Segment Open

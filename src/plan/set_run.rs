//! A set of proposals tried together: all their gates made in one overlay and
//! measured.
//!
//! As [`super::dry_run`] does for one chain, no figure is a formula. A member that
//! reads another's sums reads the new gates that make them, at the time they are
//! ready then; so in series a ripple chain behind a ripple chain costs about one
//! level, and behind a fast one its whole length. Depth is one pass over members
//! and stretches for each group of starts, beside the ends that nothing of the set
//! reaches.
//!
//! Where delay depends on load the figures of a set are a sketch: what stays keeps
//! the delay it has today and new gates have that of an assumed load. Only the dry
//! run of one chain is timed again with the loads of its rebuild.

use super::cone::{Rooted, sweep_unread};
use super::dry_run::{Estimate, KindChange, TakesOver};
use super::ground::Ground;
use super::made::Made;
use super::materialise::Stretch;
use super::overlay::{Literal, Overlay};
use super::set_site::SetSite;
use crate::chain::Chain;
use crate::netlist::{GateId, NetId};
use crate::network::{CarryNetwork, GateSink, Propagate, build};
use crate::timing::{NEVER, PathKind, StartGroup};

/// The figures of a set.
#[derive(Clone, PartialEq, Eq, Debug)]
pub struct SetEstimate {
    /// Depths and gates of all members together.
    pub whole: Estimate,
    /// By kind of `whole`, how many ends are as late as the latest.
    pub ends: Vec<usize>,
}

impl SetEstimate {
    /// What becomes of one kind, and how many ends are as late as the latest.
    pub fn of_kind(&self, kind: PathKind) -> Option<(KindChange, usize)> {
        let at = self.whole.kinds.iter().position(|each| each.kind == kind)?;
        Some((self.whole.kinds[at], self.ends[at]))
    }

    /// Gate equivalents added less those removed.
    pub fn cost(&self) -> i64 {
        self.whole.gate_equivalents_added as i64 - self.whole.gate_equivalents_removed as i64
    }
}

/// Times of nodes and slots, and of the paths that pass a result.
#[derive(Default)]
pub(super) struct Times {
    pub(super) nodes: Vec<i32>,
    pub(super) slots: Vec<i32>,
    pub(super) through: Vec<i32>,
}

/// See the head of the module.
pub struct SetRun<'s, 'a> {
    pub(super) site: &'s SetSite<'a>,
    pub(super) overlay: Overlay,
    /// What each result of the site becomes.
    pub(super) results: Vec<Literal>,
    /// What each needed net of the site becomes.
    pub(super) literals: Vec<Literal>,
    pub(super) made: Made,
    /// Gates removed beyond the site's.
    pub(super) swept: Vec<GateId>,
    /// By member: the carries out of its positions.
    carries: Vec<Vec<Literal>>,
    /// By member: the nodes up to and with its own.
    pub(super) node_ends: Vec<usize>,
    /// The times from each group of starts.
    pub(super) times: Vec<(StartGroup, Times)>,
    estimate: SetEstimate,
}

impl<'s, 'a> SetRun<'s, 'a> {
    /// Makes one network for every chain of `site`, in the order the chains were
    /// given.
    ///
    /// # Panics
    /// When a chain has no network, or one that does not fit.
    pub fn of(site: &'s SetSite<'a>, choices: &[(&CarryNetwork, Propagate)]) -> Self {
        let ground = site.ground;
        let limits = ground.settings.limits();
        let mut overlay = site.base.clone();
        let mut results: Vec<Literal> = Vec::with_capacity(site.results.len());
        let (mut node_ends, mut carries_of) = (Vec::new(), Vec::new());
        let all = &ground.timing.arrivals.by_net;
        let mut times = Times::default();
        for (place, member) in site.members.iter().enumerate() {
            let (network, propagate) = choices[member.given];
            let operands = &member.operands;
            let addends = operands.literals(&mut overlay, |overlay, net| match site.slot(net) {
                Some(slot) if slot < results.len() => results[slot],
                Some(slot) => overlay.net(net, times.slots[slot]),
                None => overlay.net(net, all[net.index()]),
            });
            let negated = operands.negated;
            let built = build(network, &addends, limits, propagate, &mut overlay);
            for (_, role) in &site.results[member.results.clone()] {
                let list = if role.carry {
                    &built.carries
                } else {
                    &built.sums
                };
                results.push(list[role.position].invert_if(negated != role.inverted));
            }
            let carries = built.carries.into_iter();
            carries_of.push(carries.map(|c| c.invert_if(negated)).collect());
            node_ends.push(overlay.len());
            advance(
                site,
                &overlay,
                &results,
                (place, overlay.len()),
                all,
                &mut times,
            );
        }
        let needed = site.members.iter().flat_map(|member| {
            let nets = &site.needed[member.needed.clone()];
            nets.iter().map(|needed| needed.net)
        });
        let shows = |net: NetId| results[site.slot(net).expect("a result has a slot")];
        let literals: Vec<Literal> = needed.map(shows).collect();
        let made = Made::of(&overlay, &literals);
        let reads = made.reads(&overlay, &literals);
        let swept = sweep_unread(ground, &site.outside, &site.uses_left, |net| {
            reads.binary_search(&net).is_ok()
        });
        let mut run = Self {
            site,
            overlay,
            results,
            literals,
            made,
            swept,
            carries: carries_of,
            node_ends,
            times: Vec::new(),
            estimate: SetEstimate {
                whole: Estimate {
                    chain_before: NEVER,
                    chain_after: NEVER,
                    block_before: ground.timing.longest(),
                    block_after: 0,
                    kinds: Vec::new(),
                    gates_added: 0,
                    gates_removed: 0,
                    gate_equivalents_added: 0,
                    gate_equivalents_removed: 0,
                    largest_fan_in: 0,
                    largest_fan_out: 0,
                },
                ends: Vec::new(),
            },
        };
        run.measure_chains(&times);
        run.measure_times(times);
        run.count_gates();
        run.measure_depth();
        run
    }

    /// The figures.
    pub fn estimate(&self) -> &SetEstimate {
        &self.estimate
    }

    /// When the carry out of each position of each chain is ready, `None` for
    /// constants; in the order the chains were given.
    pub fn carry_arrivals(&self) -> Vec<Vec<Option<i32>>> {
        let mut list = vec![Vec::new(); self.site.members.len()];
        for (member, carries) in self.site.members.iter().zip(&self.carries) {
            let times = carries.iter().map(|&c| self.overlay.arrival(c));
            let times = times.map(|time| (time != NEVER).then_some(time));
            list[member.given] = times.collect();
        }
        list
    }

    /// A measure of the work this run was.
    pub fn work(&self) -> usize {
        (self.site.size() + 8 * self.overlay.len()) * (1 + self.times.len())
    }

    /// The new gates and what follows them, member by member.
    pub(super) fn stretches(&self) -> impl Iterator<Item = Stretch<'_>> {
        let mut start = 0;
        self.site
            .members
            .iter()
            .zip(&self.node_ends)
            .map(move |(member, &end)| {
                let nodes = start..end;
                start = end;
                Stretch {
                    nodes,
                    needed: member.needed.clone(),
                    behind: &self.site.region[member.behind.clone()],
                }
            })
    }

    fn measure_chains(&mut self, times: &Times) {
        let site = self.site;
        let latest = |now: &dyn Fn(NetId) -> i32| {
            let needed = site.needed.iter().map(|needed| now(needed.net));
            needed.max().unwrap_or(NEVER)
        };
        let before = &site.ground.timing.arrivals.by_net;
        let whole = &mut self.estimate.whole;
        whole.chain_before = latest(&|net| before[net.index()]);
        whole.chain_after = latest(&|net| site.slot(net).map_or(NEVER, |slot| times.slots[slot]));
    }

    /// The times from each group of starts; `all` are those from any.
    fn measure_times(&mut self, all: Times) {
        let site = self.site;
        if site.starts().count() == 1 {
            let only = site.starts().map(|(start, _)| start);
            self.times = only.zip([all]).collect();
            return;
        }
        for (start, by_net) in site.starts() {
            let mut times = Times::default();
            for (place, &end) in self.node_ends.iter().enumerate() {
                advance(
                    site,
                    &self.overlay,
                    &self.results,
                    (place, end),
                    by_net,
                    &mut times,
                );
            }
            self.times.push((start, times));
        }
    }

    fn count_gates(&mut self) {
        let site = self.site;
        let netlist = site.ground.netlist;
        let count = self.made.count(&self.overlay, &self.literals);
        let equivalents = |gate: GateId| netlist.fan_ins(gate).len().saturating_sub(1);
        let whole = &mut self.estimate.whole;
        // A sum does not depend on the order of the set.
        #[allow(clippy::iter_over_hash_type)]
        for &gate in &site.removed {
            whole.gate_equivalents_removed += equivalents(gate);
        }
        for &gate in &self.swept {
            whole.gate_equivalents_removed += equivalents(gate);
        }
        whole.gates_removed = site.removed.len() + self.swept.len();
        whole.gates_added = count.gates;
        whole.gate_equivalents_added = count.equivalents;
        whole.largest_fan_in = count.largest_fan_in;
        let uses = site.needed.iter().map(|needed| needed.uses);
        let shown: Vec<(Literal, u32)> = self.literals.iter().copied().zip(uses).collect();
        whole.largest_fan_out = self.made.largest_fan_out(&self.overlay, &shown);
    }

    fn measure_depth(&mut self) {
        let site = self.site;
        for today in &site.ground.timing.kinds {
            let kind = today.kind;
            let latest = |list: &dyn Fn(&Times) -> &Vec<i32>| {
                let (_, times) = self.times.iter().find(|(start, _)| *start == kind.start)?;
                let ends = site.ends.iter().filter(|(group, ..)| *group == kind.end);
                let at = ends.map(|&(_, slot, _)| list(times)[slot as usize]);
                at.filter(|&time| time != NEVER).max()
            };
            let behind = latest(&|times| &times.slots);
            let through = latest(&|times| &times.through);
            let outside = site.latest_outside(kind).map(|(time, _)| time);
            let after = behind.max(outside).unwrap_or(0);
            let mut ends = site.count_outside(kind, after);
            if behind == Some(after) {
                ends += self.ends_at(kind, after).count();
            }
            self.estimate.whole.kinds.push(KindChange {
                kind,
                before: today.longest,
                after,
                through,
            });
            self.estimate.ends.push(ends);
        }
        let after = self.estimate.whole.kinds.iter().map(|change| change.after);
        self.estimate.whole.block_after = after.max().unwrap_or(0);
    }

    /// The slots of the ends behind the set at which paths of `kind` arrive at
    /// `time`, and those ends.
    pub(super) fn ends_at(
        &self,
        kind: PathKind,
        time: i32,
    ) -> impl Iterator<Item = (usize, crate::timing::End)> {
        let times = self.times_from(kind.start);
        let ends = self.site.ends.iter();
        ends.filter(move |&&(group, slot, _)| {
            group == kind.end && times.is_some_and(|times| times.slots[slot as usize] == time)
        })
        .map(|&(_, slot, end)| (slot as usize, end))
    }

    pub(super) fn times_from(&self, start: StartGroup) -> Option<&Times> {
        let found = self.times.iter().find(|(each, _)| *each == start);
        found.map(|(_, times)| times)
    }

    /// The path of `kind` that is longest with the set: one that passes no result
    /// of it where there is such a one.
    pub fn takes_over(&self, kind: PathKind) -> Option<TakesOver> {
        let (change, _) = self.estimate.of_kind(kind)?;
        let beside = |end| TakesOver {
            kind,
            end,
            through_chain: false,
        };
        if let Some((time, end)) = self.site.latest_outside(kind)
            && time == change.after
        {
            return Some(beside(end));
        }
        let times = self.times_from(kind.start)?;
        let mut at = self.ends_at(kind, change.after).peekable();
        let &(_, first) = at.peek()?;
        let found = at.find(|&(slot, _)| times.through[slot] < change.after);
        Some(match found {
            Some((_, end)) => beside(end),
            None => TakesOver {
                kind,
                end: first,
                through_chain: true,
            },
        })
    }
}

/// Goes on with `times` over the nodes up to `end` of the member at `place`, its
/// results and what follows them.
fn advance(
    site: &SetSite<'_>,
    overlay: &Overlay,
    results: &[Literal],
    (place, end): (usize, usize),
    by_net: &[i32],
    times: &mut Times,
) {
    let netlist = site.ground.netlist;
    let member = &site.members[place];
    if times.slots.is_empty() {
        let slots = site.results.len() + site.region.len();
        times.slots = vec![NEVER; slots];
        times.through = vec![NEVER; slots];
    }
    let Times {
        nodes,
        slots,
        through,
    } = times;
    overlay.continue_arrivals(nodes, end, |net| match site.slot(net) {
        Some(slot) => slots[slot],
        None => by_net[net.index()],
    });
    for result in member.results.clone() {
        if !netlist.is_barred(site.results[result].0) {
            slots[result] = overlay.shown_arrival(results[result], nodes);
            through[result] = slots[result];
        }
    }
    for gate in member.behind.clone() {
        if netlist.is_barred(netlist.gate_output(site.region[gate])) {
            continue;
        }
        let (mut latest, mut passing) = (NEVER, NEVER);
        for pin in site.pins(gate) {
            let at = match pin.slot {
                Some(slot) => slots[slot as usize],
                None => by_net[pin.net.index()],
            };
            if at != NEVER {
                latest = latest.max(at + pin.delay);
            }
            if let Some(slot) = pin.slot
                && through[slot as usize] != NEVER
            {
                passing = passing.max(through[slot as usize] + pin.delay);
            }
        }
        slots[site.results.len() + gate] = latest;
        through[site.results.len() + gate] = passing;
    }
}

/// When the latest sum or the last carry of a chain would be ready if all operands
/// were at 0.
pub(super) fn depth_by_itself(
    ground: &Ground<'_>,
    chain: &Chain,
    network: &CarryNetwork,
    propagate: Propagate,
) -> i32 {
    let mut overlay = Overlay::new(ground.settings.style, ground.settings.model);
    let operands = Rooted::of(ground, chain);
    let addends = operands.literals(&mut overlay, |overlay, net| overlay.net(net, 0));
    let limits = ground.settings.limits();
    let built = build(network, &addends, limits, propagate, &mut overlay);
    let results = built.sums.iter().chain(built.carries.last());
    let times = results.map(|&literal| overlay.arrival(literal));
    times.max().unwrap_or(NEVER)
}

Segment Closed
Segment Open

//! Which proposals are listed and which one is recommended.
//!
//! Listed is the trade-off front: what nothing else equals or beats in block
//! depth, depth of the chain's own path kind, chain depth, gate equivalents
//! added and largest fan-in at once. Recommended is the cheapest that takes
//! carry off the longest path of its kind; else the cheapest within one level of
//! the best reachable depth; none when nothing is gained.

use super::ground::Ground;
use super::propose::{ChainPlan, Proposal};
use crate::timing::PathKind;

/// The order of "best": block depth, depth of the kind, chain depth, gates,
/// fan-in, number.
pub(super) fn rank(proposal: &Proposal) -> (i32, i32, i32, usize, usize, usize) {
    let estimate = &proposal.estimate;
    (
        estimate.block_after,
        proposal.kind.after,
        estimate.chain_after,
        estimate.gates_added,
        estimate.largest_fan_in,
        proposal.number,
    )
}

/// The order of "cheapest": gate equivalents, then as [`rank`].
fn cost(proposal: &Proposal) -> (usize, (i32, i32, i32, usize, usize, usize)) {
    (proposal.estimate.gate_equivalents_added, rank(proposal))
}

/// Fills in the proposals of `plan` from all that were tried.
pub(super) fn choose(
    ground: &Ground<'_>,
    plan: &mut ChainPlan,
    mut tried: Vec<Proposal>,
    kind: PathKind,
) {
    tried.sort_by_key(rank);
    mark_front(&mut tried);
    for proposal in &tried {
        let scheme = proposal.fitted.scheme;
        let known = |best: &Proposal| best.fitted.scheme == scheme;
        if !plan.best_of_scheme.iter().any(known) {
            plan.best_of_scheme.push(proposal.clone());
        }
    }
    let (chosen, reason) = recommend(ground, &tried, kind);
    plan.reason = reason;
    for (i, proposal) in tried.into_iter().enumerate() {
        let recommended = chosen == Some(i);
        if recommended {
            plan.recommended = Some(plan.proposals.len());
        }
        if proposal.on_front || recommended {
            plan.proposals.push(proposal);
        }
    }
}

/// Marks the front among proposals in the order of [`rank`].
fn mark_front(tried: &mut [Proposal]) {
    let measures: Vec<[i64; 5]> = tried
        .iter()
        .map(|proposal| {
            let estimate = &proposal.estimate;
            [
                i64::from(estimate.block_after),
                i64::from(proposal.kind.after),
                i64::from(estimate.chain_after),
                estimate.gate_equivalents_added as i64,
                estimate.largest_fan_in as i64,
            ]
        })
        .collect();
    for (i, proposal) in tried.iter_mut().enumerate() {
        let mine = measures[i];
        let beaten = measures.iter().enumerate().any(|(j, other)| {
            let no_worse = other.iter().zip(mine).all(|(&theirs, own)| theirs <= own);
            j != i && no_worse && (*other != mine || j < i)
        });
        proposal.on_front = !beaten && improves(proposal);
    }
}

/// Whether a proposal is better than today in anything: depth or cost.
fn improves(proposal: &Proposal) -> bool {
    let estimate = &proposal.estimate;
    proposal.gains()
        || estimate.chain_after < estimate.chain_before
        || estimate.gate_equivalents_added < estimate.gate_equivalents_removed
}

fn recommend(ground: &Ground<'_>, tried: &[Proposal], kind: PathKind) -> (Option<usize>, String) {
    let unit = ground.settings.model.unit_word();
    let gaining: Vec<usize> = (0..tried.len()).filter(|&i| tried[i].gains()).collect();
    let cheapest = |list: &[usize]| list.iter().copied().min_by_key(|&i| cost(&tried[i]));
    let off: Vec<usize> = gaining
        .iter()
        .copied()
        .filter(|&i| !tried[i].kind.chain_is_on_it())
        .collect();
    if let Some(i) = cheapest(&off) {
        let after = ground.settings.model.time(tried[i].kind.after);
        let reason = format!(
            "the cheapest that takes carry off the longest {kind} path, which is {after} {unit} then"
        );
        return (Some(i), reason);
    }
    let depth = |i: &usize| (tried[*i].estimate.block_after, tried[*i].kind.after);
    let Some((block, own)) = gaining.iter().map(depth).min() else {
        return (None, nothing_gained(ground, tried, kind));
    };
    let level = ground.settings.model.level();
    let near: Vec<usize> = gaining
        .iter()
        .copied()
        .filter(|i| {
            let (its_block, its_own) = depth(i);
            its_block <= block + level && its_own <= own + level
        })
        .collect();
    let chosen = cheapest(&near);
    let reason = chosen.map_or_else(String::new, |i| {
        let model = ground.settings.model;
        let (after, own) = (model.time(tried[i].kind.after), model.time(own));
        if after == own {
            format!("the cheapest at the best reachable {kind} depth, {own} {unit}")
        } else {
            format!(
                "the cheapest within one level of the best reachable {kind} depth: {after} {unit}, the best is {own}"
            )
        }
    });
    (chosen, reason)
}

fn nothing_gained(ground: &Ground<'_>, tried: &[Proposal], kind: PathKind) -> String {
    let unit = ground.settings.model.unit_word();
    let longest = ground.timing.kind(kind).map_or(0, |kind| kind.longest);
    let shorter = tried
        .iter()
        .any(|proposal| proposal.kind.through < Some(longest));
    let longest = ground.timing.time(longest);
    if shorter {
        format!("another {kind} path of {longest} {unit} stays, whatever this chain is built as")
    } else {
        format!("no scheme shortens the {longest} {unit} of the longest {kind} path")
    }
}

Segment Closed

Copy all lines from the material that hold "which".

    /// The slots of the ends behind the set at which paths of `kind` arrive at
//! Which proposals are listed and which one is recommended.
            "the cheapest that takes carry off the longest {kind} path, which is {after} {unit} then"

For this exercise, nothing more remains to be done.